-- RECORDS FOR THE EXERCISE follows --
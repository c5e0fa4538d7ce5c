import { createBlockUseCases } from "./facility.blocks.ts";
import { createFacilityContext, type FacilityDeps, type Reader } from "./facility.context.ts";
import { createFeatureUseCases } from "./facility.features.ts";
import { createFigureUseCases } from "./facility.figures.ts";
import { createFacilityHistoryUseCases } from "./facility.history.ts";
import { createFacilitySettingsUseCases } from "./facility.settings.ts";
import { listMilestoneLinks } from "./facility.repository.ts";
import { createSystemUseCases } from "./facility.systems.ts";
import { createFacilityTagUseCases } from "./facility.tags.ts";
import { createUnitUseCases } from "./facility.units.ts";

export type { FacilityDeps, Reader };

/**
 * The facility service: one object for the router and the other modules, made of the
 * facility's use cases, each in its own file —
 * - figures (facility.figures.ts): the facility as each audience may see it, today or as it
 *   stood on a day (`facility`, and `figuresAt` for digests);
 * - blocks, systems, units, features (facility.blocks.ts, .systems.ts, .units.ts, .features.ts):
 *   the writes, each an event and an audit entry;
 * - history (facility.history.ts): a unit's stage history, a project's facility events.
 * Other modules ask by id: `milestoneLinks` (what depends on a milestone the programme is asked
 * to delete).
 */
export function createFacilityService(deps: FacilityDeps) {
  const ctx = createFacilityContext(deps);
  const figures = createFigureUseCases(ctx);
  return {
    facility: figures.facility,
    figuresAt: figures.figuresAt,
    ...createBlockUseCases(ctx, figures),
    ...createSystemUseCases(ctx, figures),
    ...createUnitUseCases(ctx, figures),
    ...createFeatureUseCases(ctx, figures),
    ...createFacilityHistoryUseCases(ctx),
    /** `putSettings`: the commissioning level from which a unit carries its load. */
    ...createFacilitySettingsUseCases(ctx, deps.audit),
    /** `tagSubjects`: a project's blocks and systems with their audiences (photos and updates are tagged with them). */
    ...createFacilityTagUseCases(ctx),
    /** Capacity blocks and plant systems that depend on or link a milestone, by name. */
    milestoneLinks: (milestoneId: number) => listMilestoneLinks(deps.db, milestoneId),
  };
}

export type FacilityService = ReturnType<typeof createFacilityService>;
-- RECORDS FOR THE EXERCISE concluded --
**EXERCISE PROMPT**
A single figure is required: the number of lines in the entries that hold the string "export".

**TASK RESULT**
3